# Any input on Daewoo 601 Skidsteer?Good/ Bad



## Showmestaterida (Dec 28, 2006)

Looking at a 98 Daewoo 601 with 900 hrs. Good shape , new rubber, no leaks, comes with bucket. Any input on these machines? Good nor bad. Things I might need to watch out on this brand. What might the value be? Just needing something to load salt. Any input welcome.


----------



## Showmestaterida (Dec 28, 2006)

any? .


----------



## cretebaby (Aug 23, 2008)

Showmestaterida;694682 said:


> Looking at a 98 Daewoo 601 with 900 hrs. Good shape , new rubber, no leaks, comes with bucket. Any input on these machines? Good nor bad. Things I might need to watch out on this brand. What might the value be? Just needing something to load salt.
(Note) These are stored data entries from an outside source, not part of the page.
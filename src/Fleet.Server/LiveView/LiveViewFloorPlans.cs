using System.Collections.Concurrent;
using System.Text.Json;
using Fleet.Data;
using Fleet.Estimation.Anchors;
using Fleet.Estimation.Geometry;
using Fleet.Grains.Registry;
using Fleet.Reports.Rendering;
using Fleet.Reports.Site;
using Microsoft.Extensions.Options;

namespace Fleet.Server.LiveView;

/// <summary>
/// The static part of a site's live view as JSON: floor, racks (from a configured site file), anchors with their
/// boresight, and the height-known HDOP and horizontal CRLB maps at tag height from the commissioning analysis
/// (<see cref="SiteGeometryAnalysis"/>: only anchors in range and in line of sight through racks count).
/// Cached per site, anchor-map version and tag height; a new anchor map version gives a new plan.
/// </summary>
internal sealed class LiveViewFloorPlans(ISiteRegistry registry, IOptions<LiveViewOptions> options, ILogger<LiveViewFloorPlans> logger)
{
    /// <summary>Colour table sent to the page for the heat map (viridis, low = dark).</summary>
    private const int PaletteSize = 64;

    private readonly ConcurrentDictionary<(string SiteId, int Version, double Height), Lazy<byte[]>> _plans = new();

    /// <summary>The plan of <paramref name="siteId"/> at <paramref name="tagHeight"/> (null: configured default), or null when the site does not exist.</summary>
    /// <exception cref="ArgumentException">The tag height is not a finite number between −10 and 100 m.</exception>
    public byte[]? Get(string siteId, double? tagHeight)
    {
        if (tagHeight is { } h && !(double.IsFinite(h) && h >= -10 && h <= 100))
        {
            throw new ArgumentException("height must be a number of metres between -10 and 100", nameof(tagHeight));
        }

        var site = registry.GetSite(siteId);
        if (site is null)
        {
            return null;
        }

        var map = site.AnchorMapVersion > 0 ? registry.GetAnchorMap(siteId, site.AnchorMapVersion) : null;
        var (height, heightSource) = tagHeight is { } given ? (given, "requested") : DefaultTagHeight(siteId);
        var key = (siteId, map?.Version ?? 0, Math.Round(height, 3));
        var lazy = _plans.GetOrAdd(key, _ => new Lazy<byte[]>(() => Build(site, map, key.Item3, heightSource)));
        return lazy.Value;
    }

    private (double Height, string Source) DefaultTagHeight(string siteId)
    {
        if (options.Value.TagHeightMetres is { } configured)
        {
            return (configured, "configured");
        }

        // Ground robots' reference point is on the floor, so the tag height is the lever arm's z.
        var heights = registry.ListRobots(siteId, null, 1000).Select(r => r.TagOffset.Z).Where(double.IsFinite).Order().ToArray();
        return heights.Length == 0 ? (0.5, "default") : (heights[heights.Length / 2], "median of registered robots");
    }

    private byte[] Build(SiteEntry site, AnchorMapEntry? map, double tagHeight, string heightSource)
    {
        var o = options.Value;
        var notes = new List<string>();
        var anchors = map?.Anchors ?? [];
        IReadOnlyList<AxisAlignedBox> racks = [];
        AxisAlignedBox? floor = null;
        string? siteFile = null;
        if (o.SiteFiles.TryGetValue(site.SiteId, out var path) && !string.IsNullOrWhiteSpace(path))
        {
            try
            {
                var file = SiteFile.Read(path);
                racks = file.Racks;
                floor = file.Floor;
                siteFile = path;
            }
            catch (FleetDataException e)
            {
                logger.LogWarning("Live view: racks of site {Site} not shown: {Message}", site.SiteId, e.Message);
                notes.Add("racks not shown: " + e.Message);
            }
        }
        else
        {
            notes.Add("racks unknown: no site file configured (Fleet:LiveView:SiteFiles:" + site.SiteId + ")");
        }

        if (anchors.Count == 0)
        {
            notes.Add("the site has no anchor map yet");
        }

        var layout = new SiteLayout(AnchorMap.Create(site.SiteId, anchors), racks, floor);
        var plan = FloorPlanScene.FloorOf(layout);
        if (floor is null && anchors.Count > 0)
        {
            // No floor given: the anchors' bounding box with a margin, so robots near the edge stay on the canvas.
            plan = new PlanRect(plan.XMin - 2, plan.YMin - 2, plan.XMax + 2, plan.YMax + 2);
            layout = layout with { Floor = new AxisAlignedBox(new Vector3D(plan.XMin, plan.YMin, 0), new Vector3D(plan.XMax, plan.YMax, 0)) };
        }

        using var stream = new MemoryStream();
        using (var json = new Utf8JsonWriter(stream))
        {
            json.WriteStartObject();
            json.WriteString("site", site.SiteId);
            json.WriteString("displayName", string.IsNullOrWhiteSpace(site.DisplayName) ? site.SiteId : site.DisplayName);
            json.WriteNumber("anchorMapVersion", map?.Version ?? 0);
            json.WriteString("siteFile", siteFile);
            json.WriteNumber("updateRateHz", o.UpdateRateHz);
            json.WriteNumber("trailSeconds", o.TrailSeconds);
            json.WritePropertyName("floor");
            WriteRect(json, plan);

            json.WriteStartArray("racks");
            foreach (var rack in racks)
            {
                WriteRect(json, new PlanRect(rack.Min.X, rack.Min.Y, rack.Max.X, rack.Max.Y), rack.Max.Z);
            }

            json.WriteEndArray();
            json.WriteStartArray("anchors");
            foreach (var anchor in anchors)
            {
                var boresight = anchor.Rotation.XAxis;
                json.WriteStartObject();
                json.WriteString("id", anchor.Id);
                Number(json, "x", anchor.Position.X);
                Number(json, "y", anchor.Position.Y);
                Number(json, "z", anchor.Position.Z);
                Number(json, "yawDeg", anchor.OrientationDegrees.X);
                Number(json, "pitchDeg", anchor.OrientationDegrees.Y);
                Number(json, "rollDeg", anchor.OrientationDegrees.Z);
                Number(json, "bx", boresight.X);
                Number(json, "by", boresight.Y);
                Number(json, "bz", boresight.Z);
                json.WriteEndObject();
            }

            json.WriteEndArray();
            Number(json, "tagHeight", tagHeight);
            json.WriteString("tagHeightSource", heightSource);
            WriteMaps(json, layout, tagHeight, o);

            json.WriteStartArray("ellipses");
            foreach (var k in new[] { 1.0, 2.0 })
            {
                json.WriteStartObject();
                json.WriteNumber("k", k);
                Number(json, "probability", CovarianceEllipse.ProbabilityInside(k));
                json.WriteEndObject();
            }

            json.WriteEndArray();
            json.WriteStartArray("notes");
            foreach (var note in notes)
            {
                json.WriteStringValue(note);
            }

            json.WriteEndArray();
            json.WriteEndObject();
        }

        return stream.ToArray();
    }

    private static void WriteMaps(Utf8JsonWriter json, SiteLayout layout, double tagHeight, LiveViewOptions o)
    {
        if (layout.Anchors.Count < 3)
        {
            json.WriteNull("grid");
            json.WriteStartArray("maps");
            json.WriteEndArray();
            return;
        }

        var geometry = SiteGeometryAnalysis.Analyse(layout, new SiteGeometryOptions
        {
            TagHeights = [tagHeight],
            GridStepMetres = o.GridStepMetres,
            SigmaToaMetres = o.SigmaToaMetres,
        });
        var at = geometry.Heights[0];
        var frame = at.Frame;
        json.WriteStartObject("grid");
        Number(json, "xMin", frame.XMin);
        Number(json, "yMin", frame.YMin);
        Number(json, "step", frame.Step);
        json.WriteNumber("nx", frame.Nx);
        json.WriteNumber("ny", frame.Ny);
        json.WriteEndObject();

        // One colour scale for both maps (CRLB = σ·HDOP), as in the commissioning report: up to twice the hole limit.
        var (min, max) = Range(at.HdopKnownHeight, geometry.Options.HdopLimit);
        var sigma = geometry.Options.SigmaToaMetres;
        json.WriteStartArray("maps");
        WriteMap(json, "hdop", "HDOP, tag height known", "m/m", "horizontal position error per metre of range noise; lower is better", at.HdopKnownHeight, min, max);
        WriteMap(json, "crlb", FormattableString.Invariant($"Horizontal CRLB RMS at σ = {sigma:0.###} m"), "m",
            "best achievable horizontal RMS error for the given single-link range noise; lower is better", at.CrlbHorizontalKnownHeight, min * sigma, max * sigma);
        json.WriteEndArray();

        json.WriteStartArray("palette");
        for (var i = 0; i < PaletteSize; i++)
        {
            json.WriteStringValue(Palette.Viridis(i / (double)(PaletteSize - 1)));
        }

        json.WriteEndArray();
        Number(json, "hdopHoleLimit", geometry.Options.HdopLimit);
    }

    private static void WriteMap(Utf8JsonWriter json, string key, string label, string unit, string meaning, double[,] values, double min, double max)
    {
        json.WriteStartObject();
        json.WriteString("key", key);
        json.WriteString("label", label);
        json.WriteString("unit", unit);
        json.WriteString("meaning", meaning);
        Number(json, "min", min);
        Number(json, "max", max);
        json.WriteStartArray("values");
        for (var iy = 0; iy < values.GetLength(0); iy++)
        {
            for (var ix = 0; ix < values.GetLength(1); ix++)
            {
                var v = values[iy, ix];
                if (double.IsFinite(v))
                {
                    json.WriteNumberValue(Math.Round(v, 4));
                }
                else
                {
                    json.WriteNullValue();
                }
            }
        }

        json.WriteEndArray();
        json.WriteEndObject();
    }

    private static (double Min, double Max) Range(double[,] map, double limit)
    {
        var values = map.Cast<double>().Where(double.IsFinite).ToArray();
        if (values.Length == 0)
        {
            return (0, 1);
        }

        var min = Math.Floor(values.Min() * 10) / 10;
        var max = Math.Ceiling(Math.Min(values.Max(), 2 * limit) * 10) / 10;
        return (min, Math.Max(max, min + 0.1));
    }

    private static void WriteRect(Utf8JsonWriter json, PlanRect rect, double? height = null)
    {
        json.WriteStartObject();
        Number(json, "xMin", rect.XMin);
        Number(json, "yMin", rect.YMin);
        Number(json, "xMax", rect.XMax);
        Number(json, "yMax", rect.YMax);
        if (height is { } h)
        {
            Number(json, "height", h);
        }

        json.WriteEndObject();
    }

    private static void Number(Utf8JsonWriter json, string name, double value)
    {
        if (double.IsFinite(value))
        {
            json.WriteNumber(name, Math.Round(value, 6));
        }
        else
        {
            json.WriteNull(name);
        }
    }
}
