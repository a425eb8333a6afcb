using System.Collections.Concurrent;
using System.Diagnostics.Metrics;
using Fleet.Grains.Telemetry;

namespace Fleet.Grains.Health;

/// <summary>Recent health of one anchor: rate (1/s), mean NIS of used samples, rejection ratio, last heard (wall clock).</summary>
public sealed record AnchorHealthReading(string AnchorId, double MeasurementsPerSecond, double MeanNormalizedResidual, double RejectionRatio, DateTimeOffset? LastHeard);

/// <summary>
/// Per-silo per-anchor statistics. Robot grains tally their batch per anchor and add it here once per batch
/// (one short lock per site per batch, nothing per sample). Rates use two consecutive windows of
/// <see cref="WindowSeconds"/>, so a reading covers the last 10–20 s. Cumulative counts feed an observable counter.
/// </summary>
public sealed class AnchorHealthTracker
{
    public const double WindowSeconds = 10;

    private readonly ConcurrentDictionary<string, SiteStats> _sites = new(StringComparer.Ordinal);
    private readonly TimeProvider _time;

    public AnchorHealthTracker(FleetInstruments instruments, TimeProvider time)
    {
        _time = time;
        instruments.ObserveAnchors(Observe);
    }

    /// <summary>
    /// Adds one batch's tallies. Arrays are indexed like <paramref name="anchorIds"/>; entries with no samples are skipped.
    /// </summary>
    public void Record(string siteId, IReadOnlyList<string> anchorIds, ReadOnlySpan<int> used, ReadOnlySpan<int> rejected, ReadOnlySpan<double> nisSum, ReadOnlySpan<int> nisCount)
    {
        var site = _sites.GetOrAdd(siteId, static _ => new SiteStats());
        var now = _time.GetUtcNow();
        lock (site)
        {
            for (var i = 0; i < anchorIds.Count; i++)
            {
                if (used[i] + rejected[i] == 0)
                {
                    continue;
                }

                if (!site.Anchors.TryGetValue(anchorIds[i], out var stats))
                {
                    stats = new AnchorStats(now);
                    site.Anchors.Add(anchorIds[i], stats);
                }

                stats.Add(now, used[i], rejected[i], nisSum[i], nisCount[i]);
            }
        }
    }

    /// <summary>Readings for <paramref name="anchorIds"/> in that order (anchors never heard read zero).</summary>
    public List<AnchorHealthReading> Read(string siteId, IReadOnlyList<string> anchorIds)
    {
        var now = _time.GetUtcNow();
        var readings = new List<AnchorHealthReading>(anchorIds.Count);
        _sites.TryGetValue(siteId, out var site);
        foreach (var id in anchorIds)
        {
            AnchorStats? stats = null;
            if (site is not null)
            {
                lock (site)
                {
                    if (site.Anchors.TryGetValue(id, out stats))
                    {
                        readings.Add(stats.Read(id, now));
                        continue;
                    }
                }
            }

            readings.Add(new AnchorHealthReading(id, 0, 0, 0, null));
        }

        return readings;
    }

    private IEnumerable<Measurement<long>> Observe()
    {
        var list = new List<Measurement<long>>();
        foreach (var (siteId, site) in _sites)
        {
            lock (site)
            {
                foreach (var (anchorId, stats) in site.Anchors)
                {
                    list.Add(new Measurement<long>(stats.TotalUsed,
                        new(FleetInstrumentNames.Site, siteId), new(FleetInstrumentNames.Anchor, anchorId), new(FleetInstrumentNames.Outcome, "used")));
                    list.Add(new Measurement<long>(stats.TotalRejected,
                        new(FleetInstrumentNames.Site, siteId), new(FleetInstrumentNames.Anchor, anchorId), new(FleetInstrumentNames.Outcome, "rejected")));
                }
            }
        }

        return list;
    }

    private sealed class SiteStats
    {
        public Dictionary<string, AnchorStats> Anchors { get; } = new(StringComparer.Ordinal);
    }

    private sealed class AnchorStats(DateTimeOffset start)
    {
        private Window _current = new(start);
        private Window? _previous;

        public long TotalUsed { get; private set; }

        public long TotalRejected { get; private set; }

        public DateTimeOffset LastHeard { get; private set; }

        public void Add(DateTimeOffset now, int used, int rejected, double nisSum, int nisCount)
        {
            Roll(now);
            _current.Used += used;
            _current.Rejected += rejected;
            _current.NisSum += nisSum;
            _current.NisCount += nisCount;
            TotalUsed += used;
            TotalRejected += rejected;
            LastHeard = now;
        }

        public AnchorHealthReading Read(string id, DateTimeOffset now)
        {
            Roll(now);
            var start = _previous?.Start ?? _current.Start;
            long used = _current.Used + (_previous?.Used ?? 0);
            long rejected = _current.Rejected + (_previous?.Rejected ?? 0);
            var nis = _current.NisSum + (_previous?.NisSum ?? 0);
            long nisCount = _current.NisCount + (_previous?.NisCount ?? 0);
            var span = Math.Max(1.0, (now - start).TotalSeconds);
            var total = used + rejected;
            return new AnchorHealthReading(id, total / span, nisCount > 0 ? nis / nisCount : 0, total > 0 ? (double)rejected / total : 0, LastHeard);
        }

        private void Roll(DateTimeOffset now)
        {
            var age = (now - _current.Start).TotalSeconds;
            if (age < WindowSeconds)
            {
                return;
            }

            // One full window old: it becomes the previous one; older than two windows: both are stale.
            _previous = age < 2 * WindowSeconds ? _current : null;
            _current = new Window(_previous is null ? now : _current.Start.AddSeconds(WindowSeconds));
        }
    }

    private sealed class Window(DateTimeOffset start)
    {
        public DateTimeOffset Start { get; } = start;

        public long Used { get; set; }

        public long Rejected { get; set; }

        public double NisSum { get; set; }

        public long NisCount { get; set; }
    }
}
Any input welcome.


Should work


----------



## xtreem3d (Nov 26, 2005)

is this the one on craigslist?


----------



## Showmestaterida (Dec 28, 2006)

yes .


----------



## Can-Boy (Dec 4, 2008)

I owned a 98 daewoo mini excavator once.Had nothing but troubles.No dealer support,no resale value.John Deere dealer did not want to take it on trade.JMO.


----------



## xtreem3d (Nov 26, 2005)

his price sure is good...that's why i remember the ad


----------



## loudredram (Jan 29, 2008)

DAEWOO= JUNK......they are throw away machines nothing but trouble ....but if its cheep might be worth it


----------



## Showmestaterida (Dec 28, 2006)

Whats cheap for this unit? Ran machine, everything worked. Has 1000Hrs. No leaks. Just wanting to load salt cheap. Looked at plenty of bobcats just want alot for higher hr machines. Going to use just for the season and then unload it.


----------



## Mike S (Feb 11, 2007)

A friend of mine has a large excavating and snow business and the only skids he has are Daewoo. He has had very good luck with his and did not pay alot. He said he can buy two Daewoos for the cost of one bobcat. I used one of his skids for a few days and all I have to say is it is not fancy but it did the job without any complaints. I dont know about price on those machines but I would say alot cheaper then a bobcat. For loading salt that will be perfect, we use a Thomas for loading salt!


----------